Rumors spread that something untoward had occurred although there were no witnesses to this. Disputes arose, and the community was split into factions. Meanwhile, Aisha had been ill, and unaware of the stories. At first, Muhammad himself was unsure of what to believe, but eventually trusted Aisha's protestations of innocence. Eventually, verses were revealed, establishing her innocence, and condemning the slanders and the libel. Although the episode was uneasy for both Muhammad and Aisha, in the end, it reinforced their mutual love and trust.
Juwayriyya bint al-Harith
One of the captives from the skirmish with the Banu Mustaliq was Juwayriyya bint al-Harith, who was the daughter of the tribe's chieftain. Her husband, Mustafa bin Safwan, had been killed in the battle. She initially fell among the booty of Muhammad's companion Thabit b. Qays b. Al-Shammas. Upon being enslaved, Juwayriyya went to Muhammad requesting that she - as the daughter of the lord of the Mustaliq - be released, however the Prophet refused. Meanwhile her father approached Muhammad with ransom to secure her release, but Muhammed still refused to release her. Muhammad then offered to marry her, and she accepted. When it became known that tribes persons of Mustaliq were kinsmen of the prophet of Islam through marriage, the Muslims began releasing their captives. Thus, Muhammad's marriage resulted in the freedom of nearly one hundred families whom he had recently enslaved.

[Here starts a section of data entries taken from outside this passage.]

"""Solved boundary-element systems, kept in the user's cache folder as plain arrays.

A file is named by the SHA-256 of what it depends on and holds the SHA-256 of what it contains. The folder is kept under
a size by dropping the files not used for longest.
"""

from __future__ import annotations

import contextlib
import hashlib
import os
import tempfile
from collections.abc import Callable, Sequence
from pathlib import Path

import numpy as np

from layout.anatomy.cache import DamagedFileError, cache_folder
from layout.anatomy.head import Surface
from layout.physics.boundary_system import VERSION, SolvedSystem

LARGEST = 2 * 1024**3  # bytes of all solved systems together
PREFIX = "boundary-"


def load_or_solve(
    surfaces: Sequence[Surface], conductivities: Sequence[float], solve: Callable[[], SolvedSystem]
) -> SolvedSystem:
    """The solved system of these surfaces and conductivities, or solve() and keep it.

    A damaged file is replaced. A folder that cannot be written is no error: the system is then solved each time.
    """
    path = cache_folder() / f"{PREFIX}{key(surfaces, conductivities)}.npz"
    with contextlib.suppress(Exception):  # a damaged file can fail in any way; solving anew mends them all
        found = _read(path)
        os.utime(path)
        return found
    solved = solve()
    with contextlib.suppress(OSError):
        _write(path, solved)
        _drop_oldest(path.parent, keep=path)
    return solved


def load_or_compute(ingredients: Sequence[np.ndarray], compute: Callable[[], np.ndarray]) -> np.ndarray:
    """The array that follows from these arrays, or compute() and keep it; kept as `load_or_solve` does."""
    path = cache_folder() / f"{PREFIX}{_digest([np.asarray(one) for one in ingredients])}.npz"
    with contextlib.suppress(Exception):  # as above
        with np.load(path, allow_pickle=False) as file:
            found, written = file["array"], str(file["digest"])
        if written == _digest([found]):
            os.utime(path)
            return found
    computed = np.ascontiguousarray(compute())
    with contextlib.suppress(OSError):
        _save(path, {"array": computed, "digest": np.array(_digest([computed]))})
        _drop_oldest(path.parent, keep=path)
    return computed


def key(surfaces: Sequence[Surface], conductivities: Sequence[float]) -> str:
    """SHA-256 (hexadecimal) of the arrays and the version of the solver."""
    arrays = [np.asarray(conductivities, float)]
    for surface in surfaces:
        arrays += [np.asarray(surface.vertices, float), np.asarray(surface.faces, np.int64)]
    return _digest(arrays)


def _digest(arrays: Sequence[np.ndarray]) -> str:
    digest = hashlib.sha256(f"boundary elements {VERSION}".encode())
    for array in arrays:
        digest.update(f"{array.dtype.str} {array.shape}".encode())
        digest.update(np.ascontiguousarray(array).data)
    return digest.hexdigest()


def _read(path: Path) -> SolvedSystem:
    with np.load(path, allow_pickle=False) as file:
        solved = SolvedSystem(*(file[name] for name in SolvedSystem._fields))
        written = str(file["digest"])
    if written != _digest(solved):
        raise DamagedFileError(path)
    return solved


def _write(path: Path, solved: SolvedSystem) -> None:
    solved = SolvedSystem(*(np.ascontiguousarray(part) for part in solved))
    _save(path, solved._asdict() | {"digest": np.array(_digest(solved))})


def _save(path: Path, arrays: dict[str, np.ndarray]) -> None:
    """The whole file or none: written beside its place under another name, then renamed."""
    path.parent.mkdir(parents=True, exist_ok=True)
    handle, unfinished = tempfile.mkstemp(dir=path.parent, suffix=".unfinished")
    try:
        with os.fdopen(handle, "wb") as file:
            np.savez(file, **arrays)
        os.replace(unfinished, path)
    except BaseException:
        os.unlink(unfinished)
        raise


def _drop_oldest(folder: Path, keep: Path) -> None:
    files = sorted(folder.glob(f"{PREFIX}*.npz"), key=lambda path: path.stat().st_mtime, reverse=True)
    total = 0
    for path in files:
        total += path.stat().st_size
        if total > LARGEST and path != keep:
            path.unlink(missing_ok=True)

Safiyya bint Huyeiy Ibn Akhtab
Safiyya bint Huyayy was a noblewoman, the daughter of Huyayy ibn Akhtab, chief of the Jewish tribe Banu Nadir, who was killed at the Battle of the Trench. She had been married first to the poet Sallam ibn Mishkam, who had divorced her, and second to Kenana ibn al-Rabi, a commander. In 628, at the Battle of Khaybar, Banu Nadir was defeated, her husband was executed and she was taken as a prisoner. Muhammad freed her from her captor Dihya and proposed marriage, which Safiyya accepted. According to Martin Lings, Muhammad had given Safiyyah the choice of returning to the defeated Banu Nadir, or becoming Muslim and marrying him, and Safiyyah opted for the latter choice.

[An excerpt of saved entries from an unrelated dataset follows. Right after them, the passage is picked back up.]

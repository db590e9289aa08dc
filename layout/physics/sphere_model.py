"""The quick model of a head: concentric spheres, and how sources and sensors move onto them.

What is kept: a source's depth under the inner skull and its angle to the local skull normal; an electrode's
direction; a magnetometer's distance to the inner skull and its axis relative to the scalp normal. Directions
from the sphere's centre are kept throughout, so distances along the head change: `displacements` says by how
much.
"""

from __future__ import annotations

from dataclasses import dataclass, replace

import numpy as np
from scipy.optimize import least_squares

from layout.anatomy.head import Head, Surface
from layout.errors import LayoutError
from layout.physics.nearest_point import nearest_on_surface
from layout.units import MM

UPPER_PART = 10 * MM  # the sphere is fitted to the skull at least this far above the fiducial plane
CSF_THICKNESS = 2 * MM  # four layers: the shell just inside the inner skull
BRAIN_MARGIN = 0.5 * MM  # sources stay this far under the brain's radius


@dataclass(frozen=True)
class SphereModel:
    """Concentric spheres in the head frame: centre (3,) [m], radii (L,) [m] and conductivities (L,) [S/m],
    innermost (brain) first.
    """

    centre: np.ndarray
    radii: np.ndarray
    conductivities: np.ndarray

    @property
    def brain_radius(self) -> float:
        """Radius of the shell that holds the sources [m]."""
        return float(self.radii[0])

    @property
    def inner_skull_radius(self) -> float:
        """Radius of the inner skull [m]: under a cerebrospinal layer from four layers on."""
        return float(self.radii[1] if len(self.radii) >= 4 else self.radii[0])

    @property
    def outer_radius(self) -> float:
        """Radius of the scalp [m]."""
        return float(self.radii[-1])


@dataclass(frozen=True)
class MappedSources:
    """Sources on the spheres. given (m, 3) [m]: where they are in the head; positions (m, 3) [m] and normals (m, 3) in
    the sphere, normals None for free moments; rotations (m, 3, 3): sphere moment = rotation @ head moment; held (m,)
    bool: pulled inward to stay in the brain shell.
    """

    given: np.ndarray
    positions: np.ndarray
    normals: np.ndarray | None
    rotations: np.ndarray
    held: np.ndarray

    @property
    def clipped(self) -> int:
        """How many sources were pulled inward."""
        return int(np.count_nonzero(self.held))

    def some(self, members: np.ndarray, free: bool) -> MappedSources:
        """The numbered ones, of free moments or along their normals."""
        normals = None if free else self.normals[members]
        return MappedSources(
            self.given[members], self.positions[members], normals, self.rotations[members], self.held[members]
        )


@dataclass(frozen=True)
class MappedCortex:
    """A head's whole cortex on its spheres, placed once for all lead fields."""

    sphere: SphereModel
    head: Head
    sources: MappedSources

    @property
    def conductivities(self) -> np.ndarray:
        """Of the spheres, brain first [S/m]."""
        return self.sphere.conductivities

    def with_conductivities(self, conductivities: np.ndarray) -> MappedCortex:
        """The same spheres and places with other conductivities [S/m], as many as before."""
        return replace(self, sphere=replace(self.sphere, conductivities=np.asarray(conductivities, float)))


@dataclass(frozen=True)
class Displacements:
    """How far the quick model moved things [m]: rms and largest, zero where there is nothing to move."""

    sources_rms: float
    sources_max: float
    electrodes_rms: float
    electrodes_max: float
    magnetometers_rms: float
    magnetometers_max: float
    sources_clipped: int = 0

    def summary(self) -> str:
        """Part of a printable sentence, in mm; kinds that nothing moved are left out."""
        parts = [
            f"{name} {rms / MM:.1f} mm (at most {largest / MM:.1f})"
            for name, rms, largest in (
                ("sources", self.sources_rms, self.sources_max),
                ("electrodes", self.electrodes_rms, self.electrodes_max),
                ("magnetometers", self.magnetometers_rms, self.magnetometers_max),
            )
            if largest > 0
        ]
        moved = f"to fit the model, positions move by (rms): {', '.join(parts)}" if parts else "no position moves"
        if not self.sources_clipped:
            return moved
        held = "source is" if self.sources_clipped == 1 else "sources are"
        return f"{moved}; {self.sources_clipped} {held} held inside the model's brain"


def fit_sphere_model(head: Head, conductivities: np.ndarray) -> SphereModel:
    """Spheres for a head: its own if it is a layered sphere, else fitted to its surfaces.

    The inner skull's radius and the centre are the least-squares sphere (distances, area-weighted) of the
    inner skull above the fiducial plane + 10 mm; outer skull and scalp add the mean gap to the next surface
    over the same part. conductivities [S/m]: three (brain, skull, scalp) or four (brain, cerebrospinal fluid,
    skull, scalp; that fluid's shell is the 2 mm inside the inner skull); for a sphere, as many as it has
    radii.

    Raises LayoutError for any other number, or a skull with too few vertices in the upper part.
    """
    conductivities = np.asarray(conductivities, float)
    if head.sphere is not None:
        centre, radii = (np.asarray(part, float) for part in head.sphere)
        if len(radii) != len(conductivities):
            raise LayoutError(
                f"conductivities: a sphere of {len(radii)} radii needs as many values, got {len(conductivities)}"
            )
        return SphereModel(centre, radii, conductivities)
    if len(conductivities) not in (3, 4):
        raise LayoutError(
            f"conductivities: need 3 (brain, skull, scalp) or 4 (brain, fluid, skull, scalp), got {len(conductivities)}"
        )
    upper, areas = _upper_part(head.inner_skull)
    centre, inner = _fit_sphere(upper, areas)
    outer = inner + _mean_gap(upper, areas, head.outer_skull)
    scalp = outer + _mean_gap(*_upper_part(head.outer_skull), head.scalp)
    radii = [inner, outer, scalp] if len(conductivities) == 3 else [inner - CSF_THICKNESS, inner, outer, scalp]
    return SphereModel(centre, np.array(radii), conductivities)


def map_sources(model: SphereModel, head: Head, positions: np.ndarray, normals: np.ndarray | None) -> MappedSources:
    """Sources (m, 3) [m] in the sphere: same depth under the inner skull, same angle to its local normal.

    New position = centre + (inner skull radius - depth) u, u the source's direction from the centre; moments
    turn with the smallest rotation that takes the skull's normal at the nearest point to u. Sources that
    would come closer than 0.5 mm to the brain's radius are held there and counted. A head that is a sphere is
    left as it is.
    """
    positions = np.asarray(positions, float).reshape(-1, 3)
    if head.sphere is not None:
        same = np.broadcast_to(np.eye(3), (len(positions), 3, 3))
        return MappedSources(positions, positions, normals, same, np.zeros(len(positions), dtype=bool))
    near = nearest_on_surface(head.inner_skull, positions)
    u = _directions(positions - model.centre)
    wanted = model.inner_skull_radius - near.inside_depth
    radius = np.clip(wanted, 0.0, model.brain_radius - BRAIN_MARGIN)
    rotations = smallest_rotations(near.normals, u)
    turned = None if normals is None else np.einsum("mij,mj->mi", rotations, np.asarray(normals, float))
    return MappedSources(positions, model.centre + radius[:, None] * u, turned, rotations, wanted > radius)


def map_cortex(model: SphereModel, head: Head) -> MappedCortex:
    """All sources of the head's cortex, with their normals, placed as by `map_sources`."""
    return MappedCortex(model, head, map_sources(model, head, head.cortex.positions, head.cortex.normals))


def map_electrodes(model: SphereModel, positions: np.ndarray) -> np.ndarray:
    """Electrodes (n, 3) [m] projected from the centre onto the outer radius."""
    return model.centre + model.outer_radius * _directions(np.asarray(positions, float) - model.centre)


def map_magnetometers(
    model: SphereModel, head: Head, positions: np.ndarray, axes: np.ndarray, site_normals: np.ndarray
) -> tuple[np.ndarray, np.ndarray]:
    """Magnetometer channels on the sphere: positions (n, 3) [m] and unit axes (n, 3).

    A channel keeps its distance to the inner skull, along its direction from the centre, so it is always
    outside; axes turn with the smallest rotation that takes the site's normal to that direction: a normal
    axis becomes radial. A head that is a sphere is left as it is. Raises LayoutError for a channel inside the
    inner skull.
    """
    positions = np.asarray(positions, float).reshape(-1, 3)
    axes = np.asarray(axes, float).reshape(-1, 3)
    if head.sphere is not None:
        return positions, axes
    gap = -nearest_on_surface(head.inner_skull, positions).inside_depth
    if not np.all(gap > 0):
        raise LayoutError(
            f"magnetometer position: must be outside the inner skull, got {-gap.min() / MM:.2f} mm inside"
        )
    u = _directions(positions - model.centre)
    turned = np.einsum("nij,nj->ni", smallest_rotations(np.asarray(site_normals, float), u), axes)
    return model.centre + (model.inner_skull_radius + gap)[:, None] * u, turned


def displacements(
    sources: tuple[np.ndarray, np.ndarray],
    electrodes: tuple[np.ndarray, np.ndarray],
    magnetometers: tuple[np.ndarray, np.ndarray],
    clipped: int = 0,
) -> Displacements:
    """The report from three pairs of positions (before, after), each (n, 3) [m]."""
    figures: list[float] = []
    for before, after in (sources, electrodes, magnetometers):
        moved = np.linalg.norm(np.asarray(after) - np.asarray(before), axis=1)
        figures += [float(np.sqrt(np.mean(moved**2))), float(moved.max())] if len(moved) else [0.0, 0.0]
    return Displacements(*figures, sources_clipped=clipped)


def smallest_rotations(start: np.ndarray, end: np.ndarray) -> np.ndarray:
    """Rotation matrices (n, 3, 3) of the smallest angle with R start = end, for unit vectors (n, 3) each.

    Half a turn about start, then half a turn about the midline m of the two: R = (2 m m^T - I)(2 s s^T - I),
    a rotation in the plane of the two vectors. Exactly opposite vectors have no plane; any axis across them
    serves as m.
    """
    start, end = (np.asarray(part, float).reshape(-1, 3) for part in (start, end))
    turned = _turn(start, end)
    # nearly opposite vectors leave few digits in their sum: a second, tiny turn restores R start = end
    return _turn(np.einsum("nij,nj->ni", turned, start), end) @ turned


def _turn(start: np.ndarray, end: np.ndarray) -> np.ndarray:
    middle = start + end
    opposite = np.linalg.norm(middle, axis=1) < 1e-12
    if opposite.any():
        middle[opposite] = np.cross(start[opposite], np.eye(3)[np.argmin(np.abs(start[opposite]), axis=1)])
    middle /= np.linalg.norm(middle, axis=1, keepdims=True)
    return _half_turns(middle) @ _half_turns(start)


def _half_turns(axes: np.ndarray) -> np.ndarray:
    return 2 * axes[:, :, None] * axes[:, None, :] - np.eye(3)


def _directions(vectors: np.ndarray) -> np.ndarray:
    """Unit vectors; the centre itself gets +z, where any direction will do."""
    lengths = np.linalg.norm(vectors, axis=1, keepdims=True)
    return np.where(lengths > 0, vectors, [0.0, 0.0, 1.0]) / np.where(lengths > 0, lengths, 1.0)


def _upper_part(surface: Surface) -> tuple[np.ndarray, np.ndarray]:
    """Vertices above the fiducial plane + 10 mm and the area each stands for [m²]."""
    triangles = surface.vertices[surface.faces]
    across = np.cross(triangles[:, 1] - triangles[:, 0], triangles[:, 2] - triangles[:, 0])
    thirds = np.linalg.norm(across, axis=1) / 6
    areas = np.bincount(surface.faces.ravel(), np.repeat(thirds, 3), len(surface.vertices))
    upper = surface.vertices[:, 2] > UPPER_PART
    if np.count_nonzero(upper) < 12:
        raise LayoutError(
            f"skull surface: needs at least 12 vertices {UPPER_PART / MM:.0f} mm above the fiducial plane, "
            f"got {np.count_nonzero(upper)}"
        )
    return surface.vertices[upper], areas[upper]


def _fit_sphere(points: np.ndarray, weights: np.ndarray) -> tuple[np.ndarray, float]:
    """Centre and radius with the least weighted squared distances to the points."""
    root = np.sqrt(weights / weights.sum())
    middle = points.mean(axis=0)
    size = np.linalg.norm(points - middle, axis=1).mean()

    def residuals(unknown: np.ndarray) -> np.ndarray:
        return root * (np.linalg.norm(points - unknown[:3], axis=1) - unknown[3]) / size

    found = least_squares(residuals, [*middle, size], x_scale=size, xtol=1e-14, ftol=1e-14, gtol=1e-14).x
    return found[:3], float(found[3])


def _mean_gap(points: np.ndarray, weights: np.ndarray, surface: Surface) -> float:
    """Weighted mean distance from the points to the surface around them [m]."""
    return float(np.average(nearest_on_surface(surface, points).inside_depth, weights=weights))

According to a hadith, Muhammad's contemporaries believed that due to Safiyya's high status, it was only befitting that she be manumitted and married to Muhammad. Modern scholars believe that Muhammad married Safiyya as part of reconciliation with the Jewish tribe and as a gesture of goodwill. John L. Esposito states that the marriage may have been political or to cement alliances.[original research?] Haykal opines that Muhammad's manumission of and marriage to Safiyaa was partly in order to alleviate her tragedy and partly to preserve their dignity, and compares these actions to previous conquerors who married the daughters and wives of the kings whom they had defeated. According to some, by marrying Safiyyah, Muhammad aimed at ending the enmity and hostility between Jews and Islam.

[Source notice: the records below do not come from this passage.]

"""How the lead field changes as a source moves: what a localisation error is made of.

For the quick sphere model the derivative is taken with respect to the source's place in the head, through the map onto
the spheres, in closed form; in boundary elements by differences of the dipole terms.
"""

from __future__ import annotations

import numpy as np

from layout.anatomy.head import Head, Surface
from layout.anatomy.mesh_graph import face_vectors
from layout.physics.boundary_cortex import BoundaryCortex
from layout.physics.channels import Channels, CortexModel
from layout.physics.differences import LeadFieldDerivatives
from layout.physics.nearest_point import NearestPoints, nearest_on_surface
from layout.physics.sphere_derivatives import electric_derivatives, magnetic_derivatives
from layout.physics.sphere_model import SphereModel

LEAST_FOCUS = 0.25  # 1 - depth x curvature is held here: a source at a centre of curvature has no one nearest point


def lead_field_derivatives(
    channels: Channels, cortex: CortexModel, members: np.ndarray, moments: np.ndarray
) -> LeadFieldDerivatives:
    """Lead field and its derivative at the numbered sources (m,) of the cortex, moments (m, 3) [A·m].

    With x(r) the source's place on the spheres and R(r) its rotation, L q = L_sphere(x) R q, so that
    d(L q)/dr = [d(L_sphere q')/dx]_{q' = R q} dx/dr + L_sphere d(R q)/dr. The inner skull's curvature, which turns
    R, is that of the mesh's vertex normals: the derivative of the smooth surface that the mesh stands for, without the
    small jumps of the nearest point from facet to facet.
    """
    moments = np.asarray(moments, float).reshape(-1, 3)
    if isinstance(cortex, BoundaryCortex):
        points = channels.points
        found = cortex.derivatives(points.positions, points.axes, points.is_electrode, members, moments)
        return LeadFieldDerivatives(channels.combine(found.gain), channels.combine(found.slopes))
    sphere, head = cortex.sphere, cortex.head
    sources = cortex.sources.some(members, free=True)
    gain = channels.lead_field(cortex, members, free=True).gain
    turned = np.einsum("mij,mj->mi", sources.rotations, moments)
    points = channels.on_spheres(sphere, head)
    electrodes, coils = points.electrodes - sphere.centre, points.coils - sphere.centre
    centred = sources.positions - sphere.centre
    slopes = np.empty((len(points.is_electrode), len(moments), 3))
    slopes[points.is_electrode] = electric_derivatives(electrodes, centred, sphere.radii, sphere.conductivities, turned)
    slopes[~points.is_electrode] = magnetic_derivatives(coils, points.axes, centred, turned)
    slopes = channels.combine(slopes)
    if head.sphere is None:
        placed, turning = _map_derivatives(sphere, head, sources.given, sources.held, moments)
        # the gain is for head moments: L_sphere = gain R^T
        turning = np.einsum("mji,mjk->mik", sources.rotations, turning)
        slopes = np.einsum("nmj,mjk->nmk", slopes, placed) + np.einsum("nmj,mjk->nmk", gain, turning)
    return LeadFieldDerivatives(gain, slopes)


def _map_derivatives(
    sphere: SphereModel, head: Head, given: np.ndarray, held: np.ndarray, moments: np.ndarray
) -> tuple[np.ndarray, np.ndarray]:
    """dx/dr and d(R q)/dr, each (m, 3, 3), of `sphere_model.map_sources` at the given head positions (m, 3) [m].

    x = c + ρ u with u = (r - c)/|r - c| and ρ = inner skull radius - depth, whose gradient is the skull's normal n
    (nothing where the source is held under the brain's radius). R is the smallest rotation from n to u:
    R q = q + w × q + w × (w × q)/(1 + n·u), w = n × u (Rodrigues).
    """
    identity = np.eye(3)
    near = nearest_on_surface(head.inner_skull, given)
    n = near.normals
    away = given - sphere.centre
    distance = np.linalg.norm(away, axis=1)[:, None, None]
    u = away / distance[:, :, 0]
    du = (identity - u[:, :, None] * u[:, None, :]) / distance
    radius = sphere.inner_skull_radius - near.inside_depth
    radius[held] = sphere.brain_radius
    outward = np.where(held[:, None], 0.0, n)
    placed = u[:, :, None] * outward[:, None, :] + radius[:, None, None] * du
    dn = _normal_derivatives(head.inner_skull, near)
    # the derivative along each of the three directions, on the last axis
    w = np.cross(n, u)[:, :, None]
    q = moments[:, :, None]
    k = 1 / (1 + np.einsum("mi,mi->m", n, u))[:, None, None]
    dw = _cross(dn, u[:, :, None]) + _cross(n[:, :, None], du)
    dk = -(k**2) * (np.einsum("mij,mi->mj", dn, u) + np.einsum("mij,mi->mj", du, n))[:, None, :]
    once, again = _cross(w, q), _cross(dw, q)
    turning = again + dk * _cross(w, once) + k * (_cross(dw, once) + _cross(w, again))
    return placed, turning


def _cross(a: np.ndarray, b: np.ndarray) -> np.ndarray:
    return np.cross(a, b, axis=1)


def _normal_derivatives(surface: Surface, near: NearestPoints) -> np.ndarray:
    """dn/dr (m, 3, 3): how the normal at the nearest surface point turns as points inside move.

    The point at depth d moves its nearest point by 1/(1 - d κ) along each principal direction of curvature κ
    (d under 0 outside), and the normal turns by κ per length there.
    """
    corners = surface.vertices[surface.faces]
    normals, areas = face_vectors(surface)
    opposite = np.roll(corners, -2, axis=1) - np.roll(corners, -1, axis=1)
    gradients = np.cross(normals[:, None], opposite) / (2 * areas[:, None, None])  # of the linear shape functions
    on_faces = np.einsum("fai,faj->fij", surface.normals[surface.faces], gradients)
    at_vertices = np.zeros((len(surface.vertices), 3, 3))
    share = np.zeros(len(surface.vertices))
    for corner in range(3):
        np.add.at(at_vertices, surface.faces[:, corner], areas[:, None, None] * on_faces)
        np.add.at(share, surface.faces[:, corner], areas)
    at_vertices /= share[:, None, None]
    shape = np.einsum("mc,mcij->mij", near.shares, at_vertices[surface.faces[near.faces]])
    across = np.eye(3) - near.normals[:, :, None] * near.normals[:, None, :]
    shape = across @ (shape + np.swapaxes(shape, 1, 2)) @ across / 2
    curvature, directions = np.linalg.eigh(shape)
    turn = curvature / np.maximum(1 - near.inside_depth[:, None] * curvature, LEAST_FOCUS)
    return np.einsum("mik,mk,mjk->mij", directions, turn, directions)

Muhammad convinced Safiyya to convert to Islam. According to Al-Bayhaqi, Safiyyah was initially angry at Muhammad as both her father and husband had been killed. Muhammad explained "Your father charged the Arabs against me and committed heinous acts." Eventually, Safiyyah got rid of her bitterness against Muhammad. According to Abu Ya'la al-Mawsili, Safiyya came to appreciate the love and honor Muhammad gave her, and said, "I have never seen a good-natured person as the Messenger of Allah". Safiyyah remained loyal to Muhammad until he died.
According to Islamic tradition, Safiyya was beautiful, patient, intelligent, learned and gentle, and she respected Muhammad as "Allah's Messenger". Muslim scholars state she had many good moral qualities. She is described as a humble worshiper and a pious believer. Ibn Kathir said, "she was one of the best women in her worship, piousness, ascetism, devoutness, and charity". According to Ibn Sa'd, Safiyyah was very charitable and generous. She used to give out and spend whatever she had; she gave away a house that she had when she was still alive.
Upon entering Muhammad's household, Safiyya became friends with Aisha and Hafsa. Also, she offered gifts to Fatima. She gave some of Muhammad's other wives gifts from her jewels that she brought with her from Khaybar. However, some of Muhammad's other wives spoke ill of Safiyya's Jewish descent. Muhammad intervened, pointing out to everyone that Safiyya's "husband is Muhammad, father is Aaron, and uncle is Moses", a reference to revered Islamic prophets.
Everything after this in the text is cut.